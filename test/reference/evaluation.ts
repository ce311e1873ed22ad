import type { ChargerSettings, DutySegment } from '../../src/study/study.js';
import { agreeingCurrents, type Device, deviceCurrentA, devicesOf, intoModulesA } from './equaliser.js';
import { type Branch, LEAK_S, type NetworkShape } from './network.js';
import type { Packs } from './packs.js';
import type { ReferenceBank } from './reference-bank.js';
import { type BankSwitches, chargeOpen, dischargeOpen, type PackSwitches } from './switches.js';
import {
  canDischarge,
  type Demand,
  restTerminal,
  type Status,
  type Supply,
  solveTerminal,
  type Terminal,
} from './terminal.js';
import { wiringOf } from './wiring.js';

/** Currents and voltages of one instant; they follow from the states and switches without memory. */
export interface View {
  busV: number;
  bankA: number;
  status: Status;
  /** A charger or a bank that could discharge keeps the bus at its voltage. Judged while the load is disconnected. */
  fed: boolean;
  /** In overload: the load could be served again with 2 % to spare. */
  recoverable: boolean;
  readonly packs: readonly PackView[];
}

export interface PackView {
  /** Through the pack itself: beside that of its leads, what equalisers drive into its posts. */
  currentA: number;
  terminalV: number;
  /** Drawn from every cell beside the terminal current. */
  standbyA: number;
  readonly cellV: Float64Array;
  lowestV: number;
  highestV: number;
}

/** Evaluates a bank: the algebraic part of the model. */
export class Evaluation {
  readonly view: View;
  /**
   * Set when a load met for the first time cannot be served: near that limit the bus voltage falls without bound, and a
   * step whose inner stages lie beyond the limit must not be accepted even if its end does not.
   */
  overloadSeen = false;
  readonly #branches: Branch[];
  readonly #shape: NetworkShape;
  readonly #devices: readonly Device[];
  /** Where the devices stood at the evaluation before: a start for the next. */
  #deviceA: number[];
  #intoA: number[];

  constructor(
    readonly bank: ReferenceBank,
    public layout: Packs,
    readonly packSwitches: readonly PackSwitches[],
    readonly bankSwitches: BankSwitches,
    nodeLeakS: number,
  ) {
    const { candidate } = bank;
    const { nodes, ties, places } = wiringOf(bank);
    this.#shape = { nodes, positions: layout.positions, ties, nodeLeakS };
    this.#branches = layout.packs.map((pack, k) => ({
      ...places[k],
      emfV: 0,
      resistanceOhm: pack.resistanceOhm,
      conduction: 'both',
    }));
    this.#devices = candidate.equaliser === undefined ? [] : devicesOf(bank.modules.length, layout.positions);
    this.#deviceA = this.#devices.map(() => 0);
    this.#intoA = layout.packs.map(() => 0);
    this.view = {
      busV: 0,
      bankA: 0,
      status: 'served',
      fed: true,
      recoverable: false,
      packs: layout.packs.map((pack) => ({
        currentA: 0,
        terminalV: 0,
        standbyA: 0,
        cellV: new Float64Array(pack.cells.length),
        lowestV: 0,
        highestV: 0,
      })),
    };
  }

  /** Demand of a segment on this bank while the load is connected, else none. */
  demandOf(segment: DutySegment): Demand {
    const factor = this.bankSwitches.loadConnected ? this.bank.loadFactor : 0;
    return { powerW: factor * segment.loadW, currentA: factor * segment.loadA };
  }

  /** Takes the same packs at another temperature or age. */
  takeLayout(layout: Packs): void {
    this.layout = layout;
    layout.packs.forEach((pack, k) => {
      this.#branches[k].resistanceOhm = pack.resistanceOhm;
    });
  }

  /** Fills `view` from the states and the switches. */
  evaluate(states: Float64Array, segment: DutySegment): View {
    const { view, layout, bankSwitches } = this;
    const branches = this.#branches;
    layout.packs.forEach((_, k) => {
      this.#openCircuit(states, k);
    });
    const demand = this.demandOf(segment);
    const supply = supplyOf(this.bank.candidate.charger, segment, this.bank.chargeFactor, bankSwitches.chargeEnded);
    const terminal = this.#balanced(() =>
      bankSwitches.overloaded
        ? restTerminal(this.#shape, branches)
        : solveTerminal(this.#shape, branches, supply, demand),
    );
    view.recoverable = bankSwitches.overloaded && this.#servesWithMargin(supply, demand);
    if (terminal.status === 'overload' && !bankSwitches.overloaded) this.overloadSeen = true;
    view.busV = terminal.busV;
    view.status = terminal.status;
    view.fed = bankSwitches.loadConnected || supply !== null || canDischarge(this.#shape, branches);
    view.bankA = terminal.piece.bankAt0A + terminal.piece.bankSlopeS * terminal.busV;
    layout.packs.forEach((pack, k) => {
      const packView = view.packs[k];
      const leadA = leadCurrentA(terminal, k);
      const currentA = leadA + this.#intoA[k];
      packView.currentA = currentA;
      const branch = branches[k];
      const pathOhm = terminal.piece.conducting[k] ? branch.resistanceOhm : 1 / LEAK_S;
      packView.terminalV = branch.emfV + pathOhm * leadA;
      packView.lowestV = Number.POSITIVE_INFINITY;
      packView.highestV = Number.NEGATIVE_INFINITY;
      pack.cells.forEach((cell, c) => {
        const v = packView.cellV[c] + cell.resistanceOhm * currentA;
        packView.cellV[c] = v;
        packView.lowestV = Math.min(packView.lowestV, v);
        packView.highestV = Math.max(packView.highestV, v);
      });
    });
    return view;
  }

  /** Cell voltages without the drop of the terminal current, and from them the branch. */
  #openCircuit(states: Float64Array, k: number): void {
    const pack = this.layout.packs[k];
    const switches = this.packSwitches[k];
    const packView = this.view.packs[k];
    const branch = this.#branches[k];
    packView.standbyA = switches.asleep ? pack.bms.asleepA : pack.module.standbyA;
    let emfV = 0;
    pack.cells.forEach((cell, c) => {
      const drawnA = packView.standbyA + (switches.bleeding[c] ? pack.bleedA : 0);
      let v = cell.curve(states[cell.at]) + cell.hysteresisV * states[cell.at + 1] - cell.resistanceOhm * drawnA;
      for (let p = 0; p < cell.pairs.length; p++) v += states[cell.at + 2 + p];
      packView.cellV[c] = v;
      emfV += v;
    });
    const noCharge = chargeOpen(switches, pack.bms.overCurrent.opens);
    const noDischarge = dischargeOpen(switches, pack.bms.overCurrent.opens);
    const dropV = switches.reclosed ? 0 : pack.bms.forwardDropV;
    branch.emfV = emfV;
    if (noCharge && noDischarge) branch.conduction = 'none';
    else if (noCharge) {
      branch.conduction = 'discharge-only';
      branch.emfV -= dropV;
    } else if (noDischarge) {
      branch.conduction = 'charge-only';
      branch.emfV += dropV;
    } else branch.conduction = 'both';
  }

  /**
   * The terminal at which equalisers and voltages agree. A current s into the posts of a module of resistance R is to the
   * rest of the network an EMF of R s: the leads carry (V - E - R s) / R.
   */
  #balanced(solve: () => Terminal): Terminal {
    const branches = this.#branches;
    const settings = this.bank.candidate.equaliser;
    if (settings === undefined) return solve();
    // Standby is drawn while a device waits for its voltage too.
    const enabled = this.bankSwitches.equalising;
    const works = this.#devices.map(
      ({ lower, upper }) => branches[lower].conduction === 'both' && branches[upper].conduction === 'both',
    );
    const emfV = branches.map((branch) => branch.emfV);
    let terminal: Terminal | null = null;
    const mismatch = (amps: readonly number[]): number[] => {
      const taken = amps.map((each, k) => (works[k] ? each : null));
      this.#intoA = intoModulesA(settings, this.#devices, taken, branches.length);
      branches.forEach((branch, m) => {
        branch.emfV = emfV[m] + branch.resistanceOhm * this.#intoA[m];
      });
      const found = solve();
      terminal = found;
      const postsV = (m: number): number => branches[m].emfV + branches[m].resistanceOhm * leadCurrentA(found, m);
      return this.#devices.map(({ lower, upper }, k) =>
        enabled && works[k] ? amps[k] - deviceCurrentA(settings, postsV(upper) - postsV(lower)) : amps[k],
      );
    };
    this.#deviceA = agreeingCurrents(
      this.#deviceA.map((amps, k) => (enabled && works[k] ? amps : 0)),
      mismatch,
    );
    if (terminal === null) throw new Error('agreement without an evaluation');
    return terminal;
  }

  #servesWithMargin(supply: Supply | null, demand: Demand): boolean {
    const more = { powerW: 1.02 * demand.powerW, currentA: 1.02 * demand.currentA };
    return solveTerminal(this.#shape, this.#branches, supply, more).status === 'served';
  }
}

function leadCurrentA({ piece, busV }: Terminal, k: number): number {
  return piece.branchAt0A[k] + piece.branchSlopeS[k] * busV;
}

/** The segment lets the charger work at all. */
export function chargingAvailable(charger: ChargerSettings, segment: DutySegment, factor: number): boolean {
  return charger.limitA > 0 && (segment.chargeW === null || segment.chargeW * factor > 0);
}

function supplyOf(charger: ChargerSettings, segment: DutySegment, factor: number, ended: boolean): Supply | null {
  const ceilingV = ended ? charger.floatV : charger.absorptionV;
  if (ceilingV === null || !chargingAvailable(charger, segment, factor)) return null;
  const powerW = segment.chargeW === null ? Number.POSITIVE_INFINITY : segment.chargeW * factor;
  return { limitA: charger.limitA, powerW, ceilingV };
}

■ YOUR OBJECTIVE
Give back, unchanged, the run of lines in the listing above that begins at the line containing "branches[lower].conduction === 'both'" and ends at the line containing "const taken = amps.map((each, k)", both included.

■ RESPONSE AREA
      ({ lower, upper }) => branches[lower].conduction === 'both' && branches[upper].conduction === 'both',
    );
    const emfV = branches.map((branch) => branch.emfV);
    let terminal: Terminal | null = null;
    const mismatch = (amps: readonly number[]): number[] => {
      const taken = amps.map((each, k) => (works[k] ? each : null));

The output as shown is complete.